I am also now, a lot more reluctant to resell or gift to friends, LPs that have degraded to below Very Good+ condition. I also have great regrets for letting go of hundreds of degraded LPs over the past few decades.

The SC-1 has also made me look for records in places where I used to never consider shopping for vinyl. Places like garage sales, Goodwill, and Thrift Stores where the vast majority of vinyl are usually in the Very Good+ or below category.

One of my favourite artists is Cat Stevens and I have a Tea for the Tillerman record that, at best, could be categorized as Good. The only reason I held on to it was because it is so hard to come by Mint or Near Mint copies of this album. With the SC-1, I can play this record and actually enjoy listening to it because the only scratches I can clearly hear, is when the stylus is transitioning from one song to the next.

I had a few of my audiophile friends over to listen to what the SugarCube can do and I invited them to bring along their less than stellar condition records. I can still picture the amazed look on their faces when they heard such a clean, full fidelity reproduction from records that they considered not audiophile worthy.

The only glitch that I came across while using the SugarCube is when the unit occasionally goes mute between records, needing me to switch to the Bypass mode and then again to the Click Remove mode. I asked Dan if there was anything I could do to prevent this. According to Dan, this glitch is caused by static electricity coming through my tonearm to the analog lines of the SugarCube. Apparently SweetVinyl has been cognisant of this problem of complete loss of audio caused by static electricity. According to Dan, this problem usually occurs when users touch the SugarCube unit or when they inadvertently touch their tonearm, usually when flipping a record. This is more likely to occur in very cold conditions where the heating is on.
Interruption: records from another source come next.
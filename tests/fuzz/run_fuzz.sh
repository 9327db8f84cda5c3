#!/bin/sh
# SPDX-License-Identifier: MIT
# Build a libFuzzer target with clang-14 (libFuzzer, ASan, UBSan) in its own build folder and run
# it for a bounded time, seeded with its kept regressions (and, for the policy loader, the ready
# policies). Any crash, timeout or out-of-memory input is copied to tests/fuzz/regressions/TARGET/
# for the unit tests to replay.
# Usage: tests/fuzz/run_fuzz.sh [policy|lexical|java] [SECONDS]   (default: policy, 60 seconds)
# Exit 0 when nothing was found; the last lines are libFuzzer's figures (executions, rate).
set -eu
target=${1:-policy}
seconds=${2:-60}
case "$target" in
policy) dict_option="-dict=$(cd "$(dirname "$0")" && pwd)/policy.dict" ;;
lexical) dict_option= ;;
java) dict_option="-dict=$(cd "$(dirname "$0")" && pwd)/java.dict" ;;
*)
    echo "run_fuzz: unknown target \"$target\" (policy, lexical or java)" >&2
    exit 2
    ;;
esac
root=$(cd "$(dirname "$0")/../.." && pwd)
build=${TOLLGATE_FUZZ_BUILD:-"$root/build-fuzz"}
kept_dir="$root/tests/fuzz/regressions/$target"

CC=clang-14 CXX=clang++-14 cmake -S "$root" -B "$build" -DCMAKE_BUILD_TYPE=RelWithDebInfo \
    -DTOLLGATE_FUZZ=ON >/dev/null
cmake --build "$build" --target "fuzz_$target" -j2

corpus="$build/fuzz-corpus-$target"
artifacts="$build/fuzz-artifacts-$target"
mkdir -p "$corpus" "$artifacts"
# What an earlier run found is already kept: only this run's findings are reported below.
rm -f "$artifacts"/crash-* "$artifacts"/timeout-* "$artifacts"/oom-*
if [ "$target" = policy ]; then
    cp "$root"/policies/*.yaml "$corpus/"
fi
if [ "$target" = java ]; then
    cp "$root"/tests/fixtures/java/*.java "$corpus/"
fi
for kept in "$kept_dir"/*; do
    case "$kept" in *README.md) ;; *) cp "$kept" "$corpus/" ;; esac
done

status=0
max_len=4096
if [ "$target" = java ]; then
    max_len=16384 # the Java seeds are whole files
fi
# shellcheck disable=SC2086 # the dictionary option is empty or one word
"$build/tests/fuzz/fuzz_$target" -max_total_time="$seconds" -max_len="$max_len" -timeout=10 \
    -rss_limit_mb=2048 -print_final_stats=1 $dict_option \
    -artifact_prefix="$artifacts/" "$corpus" || status=$?

found=0
for artifact in "$artifacts"/crash-* "$artifacts"/timeout-* "$artifacts"/oom-*; do
    [ -e "$artifact" ] || continue
    cp "$artifact" "$kept_dir/"
    echo "run_fuzz: kept $(basename "$artifact") in tests/fuzz/regressions/$target/" >&2
    found=1
done
if [ "$status" -ne 0 ] || [ "$found" -ne 0 ]; then
    echo "run_fuzz: the fuzzer found a problem (exit $status)" >&2
    exit 1
fi
echo "run_fuzz: fuzz_$target: no crash in $seconds seconds" >&2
Muting occurs when the volume control integrated circuits in the unit kicks in to protect for voltage spikes that could damage the other components in the system; especially the speakers. Switching to the Bypass mode and then back to the Click Remove mode, activates a software reset. Apparently, short of an alternate ground path or a way to eliminate static electricity, this is the best way that Dan and his team could find to prevent static electricity from harming the rest of the system.

I asked Dan if the purpose of placing the power button behind the unit meant that the unit has been designed to be kept on all the time. Dan opined that 'always on' is an option and they have had units operating continuously for 8 months without any adverse effects. However he does feel it is okay to turn off the SugarCube along with the rest of your equipment.

The SugarCube has a 2-year warranty that covers parts and labour, but the warranty is not transferable. In Canada, Essential Audio Corp. is configured to do basic repairs, but for more complicated fixes, the unit is sent to SweetVinyl's home base in California.

In conclusion, I would say that if you are into vinyl, the SugarCube is a "must have" component in your audio arsenal. Not only will it enhance the pleasure of listening to your records that are less than Near Mint condition, but it will probably change the way you buy records, and also save you a ton of money in the process since you can now seriously consider buying Very Good and even Good condition records that are usually priced exponentially lower than their Mint or Near Mint counterparts.

I had no hesitation in purchasing the SC-1 to add to my reference system and once you give this component an audition, I am sure many of you vinyl lovers will also be tempted to do the same.